(Dataset entries)
──────────────────────────────

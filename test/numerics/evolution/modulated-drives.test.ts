/**
 * Time-dependent (harmonically modulated) drives through the sweep path of the
 * propagator (slice counts settled once per drive) and the sheet analysis.
 *
 * Modulated Qi–Wu–Zhang model (Qi, Wu, Zhang, PRB 74, 085308 (2006)): every
 * hopping multiplied by f(t) = 1 + a cos ωt, the onsite mass m constant:
 *     H(k, t) = A(k) + f(t) B(k),   A = m σ_z,   B = sin k_x σ_x + sin k_y σ_y + (cos k_x + cos k_y) σ_z.
 * Derivation of the high-frequency limit (Magnus expansion of U(T), common
 * practice): U(T) = exp(−iT H_F) with
 *     H_F = (1/T)∫₀ᵀ H dt + (1/2iT)∫₀ᵀdt₁∫₀^{t₁}dt₂ [H(t₁), H(t₂)] + O(T²‖H‖³).
 * The first term is the static model with m (the mean of f is 1). In the second,
 * [H(t₁), H(t₂)] = (f(t₂) − f(t₁))[A, B] and
 *     ∫₀ᵀdt₁∫₀^{t₁}dt₂ (cos ωt₂ − cos ωt₁) = ∫₀ᵀ (sin ωt₁/ω − t₁ cos ωt₁) dt₁ = 0 − 0,
 * so H_F = H_QWZ(m) + O(T²‖A‖‖B‖²). For T‖H‖ small the correction cannot close
 * the gap 2·min|d| = 2||m| − 2|·… of the static model (2 at m = ±1), and the
 * spectrum |E| ≤ |m| + 2 stays inside (−π/T, π/T] when (|m| + 2)T < π: the
 * Floquet bands are the static bands, with the static Chern numbers, lower
 * band C = +1 at m = 1 and −1 at m = −1 (our sign anchor, docs/conventions.md).
 */
import { describe, expect, it } from 'vitest';
import type { DriveTerm, LatticeDrive } from '../../../src/numerics/evolution/drive.ts';
import { floquetOperator, magnusSlicePlan, prepareFloquet } from '../../../src/numerics/evolution/propagator.ts';
import { magnusCF4 } from '../../../src/numerics/evolution/magnus.ts';
import { analyseSheet } from '../../../src/numerics/sheet/sheet-analysis.ts';
import { blochHamiltonian } from '../../../src/numerics/evolution/bloch.ts';
import { distance, zeros } from '../../../src/numerics/linalg/complex-matrix.ts';
import type { ComplexMatrix } from '../../../src/numerics/linalg/complex-matrix.ts';
import { qwzDrive } from '../../support/drives/qwz.ts';
import { seededRandom } from '../../support/random.ts';
import { expectBelow, fromMathjs, math, toMathjs } from '../linalg/comparisons.ts';

/** QWZ with every hopping (not the mass) multiplied by 1 + a cos(ωt + phase). */
function modulatedQwz(m: number, a: number, period: number, phase = 0): LatticeDrive {
  const drive = qwzDrive(m, period);
  const modulation: DriveTerm['modulation'] = { kind: 'harmonic', mean: 1, components: [{ amplitude: a, harmonic: 1, phase }] };
  return {
    ...drive,
    segments: drive.segments.map((seg) => ({
      ...seg,
      terms: seg.terms.map((t) => (t.from === t.to && t.offset.every((x) => x === 0) ? t : { ...t, modulation })),
    })),
  };
}

describe('modulated Qi–Wu–Zhang model at high frequency', () => {
  // T = 0.5: (|m| + 2)T = 1.5 < π, and ω = 4π is twice the bandwidth 6 of the static model.
  for (const [m, lower] of [[1, 1], [-1, -1]] as const) {
    it(`has the Chern numbers of the static average at m = ${m}: lower band ${lower}, upper ${-lower}`, () => {
      const drive = modulatedQwz(m, 0.8, 0.5);
      const p = analyseSheet(drive, { grid: [8, 8], run: { winding: false, edges: false } });
      const byGap = (label: number) => p.bands.find((b) => Math.abs(b.gapBelow - label) < 1e-9);
      // Bands counted upward from π/T: the lower band lies between the gaps at π/T and 0.
      expect(byGap(1)?.chern?.nearest).toBe(lower);
      expect(byGap(0)?.chern?.nearest).toBe(-lower);
      for (const b of p.bands) {
        expect(b.chern?.converged, `band ${b.index}: ${b.chern?.caveat}`).toBe(true);
        // The refinement starts at the requested grid (8) and doubles.
        expect(b.chern?.history[0].grid).toEqual([8, 8]);
      }
      // The quasienergy gap at 0 is the static gap 2 (energy) up to O(T²) corrections: 2T/π = 0.318 π/T.
      const gap0 = p.gaps.find((g) => Math.abs(g.label) < 1e-9);
      expect(gap0?.open).toBe(true);
      expect(Math.abs((gap0?.minimalGap ?? 0) - (2 * 0.5) / Math.PI)).toBeLessThan(0.05);
      // The derived tolerance (10⁻⁶ π/T with the defaults) is what the integration reached.
      expect(p.propagatorAccuracy).toBeGreaterThan(0);
      expect(p.propagatorAccuracy).toBeLessThanOrEqual(1e-6);
    });
  }

  it('has a trivial lower band at m = 3 (outside 0 < |m| < 2)', () => {
    const p = analyseSheet(modulatedQwz(3, 0.8, 0.4), { grid: [8, 8], run: { winding: false, edges: false } });
    expect(p.bands.map((b) => b.chern?.nearest)).toEqual([0, 0]);
  });
});

describe('slice counts settled once per drive', () => {
  it('reaches the tolerance at every momentum and agrees with a tightly integrated reference', () => {
    const drive = modulatedQwz(1, 0.8, 1.3, 0.4);
    const tolerance = 1e-7;
    const plan = magnusSlicePlan(drive, { tolerance });
    expect(plan.converged).toBe(true);
    expect(plan.probes.length).toBe(3);
    const propagate = prepareFloquet(drive, { tolerance });
    const random = seededRandom(2024);
    for (let j = 0; j < 12; j++) {
      const s = [random(), random()];
      const p = propagate(s);
      expect(p.converged).toBe(true);
      // The plan's counts are used unless this momentum needed more.
      expect(p.slices[0]).toBeGreaterThanOrEqual(plan.slices[0]);
      expect(p.accuracy).toBeLessThanOrEqual(tolerance);
      const reference = floquetOperator(drive, s, { tolerance: 1e-12 });
      // The reported accuracy bounds the eigenphase change under doubling; the actual error is below it.
      expectBelow(`‖U − U_ref‖ at s = (${s.map((x) => x.toFixed(3)).join(', ')})`, distance(p.operator, reference.operator), tolerance);
    }
  });

  it('starts from numerics.timeSlices when given: the counts are that start times a power of two', () => {
    const drive = modulatedQwz(1, 0.8, 1.3);
    const p = floquetOperator(drive, [0.2, 0.7], { tolerance: 1e-8, startSlices: 5 });
    const ratio = p.slices[0] / 5;
    expect(Number.isInteger(ratio) && (ratio & (ratio - 1)) === 0).toBe(true);
    expect(() => floquetOperator(drive, [0, 0], { startSlices: 0 })).toThrow('floquetOperator: startSlices must be a positive integer, got 0');
  });
});

describe('sparse route of the Magnus integrator (Taylor series on banded generators)', () => {
  it('gives exp(−iHT) of a constant 12-site chain Hamiltonian (reference: mathjs expm)', () => {
    // For constant H the two CF4 exponentials per slice multiply to exp(−iHh) exactly (α₁ + α₂ = 1/2).
    const n = 12, T = 1.7;
    const random = seededRandom(7);
    const h = zeros(n, n);
    for (let i = 0; i < n; i++) {
      h.re[i * n + i] = random() - 0.5;
      if (i + 1 < n) {
        const re = random() - 0.5, im = random() - 0.5;
        h.re[(i + 1) * n + i] = re; h.im[(i + 1) * n + i] = im;
        h.re[i * n + i + 1] = re; h.im[i * n + i + 1] = -im;
      }
    }
    const sampler = (_t: number, out: ComplexMatrix) => {
      out.re.set(h.re);
      out.im.set(h.im);
      return out;
    };
    const reference = fromMathjs(math.expm(math.multiply(math.complex(0, -T), toMathjs(h)) as never) as never);
    for (const slices of [1, 3, 10]) expectBelow(`‖U − expm‖ with ${slices} slices`, distance(magnusCF4(sampler, n, 0, T, slices), reference), 1e-12);
  });

  it('integrates a block-diagonal 16×16 modulated Hamiltonian block by block like the 2×2 closed form', () => {
    // Eight Bloch matrices of the modulated model on the diagonal: the 16×16 generator has a quarter of
    // its entries nonzero (sparse route); each block must evolve exactly as the 2×2 path (closed-form exponentials).
    const drive = modulatedQwz(1, 0.8, 1);
    const width = 8;
    const sample = (t: number, out: ComplexMatrix) => {
      out.re.fill(0);
      out.im.fill(0);
      for (let c = 0; c < width; c++) {
        const b = blochHamiltonian(drive, [0.3, c / width], t);
        for (let i = 0; i < 2; i++) for (let j = 0; j < 2; j++) {
          out.re[(2 * c + i) * 2 * width + 2 * c + j] = b.re[i * 2 + j];
          out.im[(2 * c + i) * 2 * width + 2 * c + j] = b.im[i * 2 + j];
        }
      }
      return out;
    };
    const big = magnusCF4(sample, 2 * width, 0, 1, 64);
    // Block c must equal the 2×2 CF4 result (closed-form exponentials) of the same Bloch matrix.
    for (let c = 0; c < width; c++) {
      const small = magnusCF4((t, out) => {
        const b = blochHamiltonian(drive, [0.3, c / width], t);
        out.re.set(b.re);
        out.im.set(b.im);
        return out;
      }, 2, 0, 1, 64);
      let err = 0;
      for (let i = 0; i < 2; i++) for (let j = 0; j < 2; j++) {
        const p = (2 * c + i) * 2 * width + 2 * c + j;
        err = Math.max(err, Math.hypot(big.re[p] - small.re[i * 2 + j], big.im[p] - small.im[i * 2 + j]));
      }
      expectBelow(`block ${c}: sparse 16×16 route vs 2×2 closed form`, err, 1e-13);
    }
  });
});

──────────────────────────────

#### Task prompt
Look through the data above. Copy every line with the string "small" in it.

#### Answer below
 * so H_F = H_QWZ(m) + O(T²‖A‖‖B‖²). For T‖H‖ small the correction cannot close
      const small = magnusCF4((t, out) => {
        err = Math.max(err, Math.hypot(big.re[p] - small.re[i * 2 + j], big.im[p] - small.im[i * 2 + j]));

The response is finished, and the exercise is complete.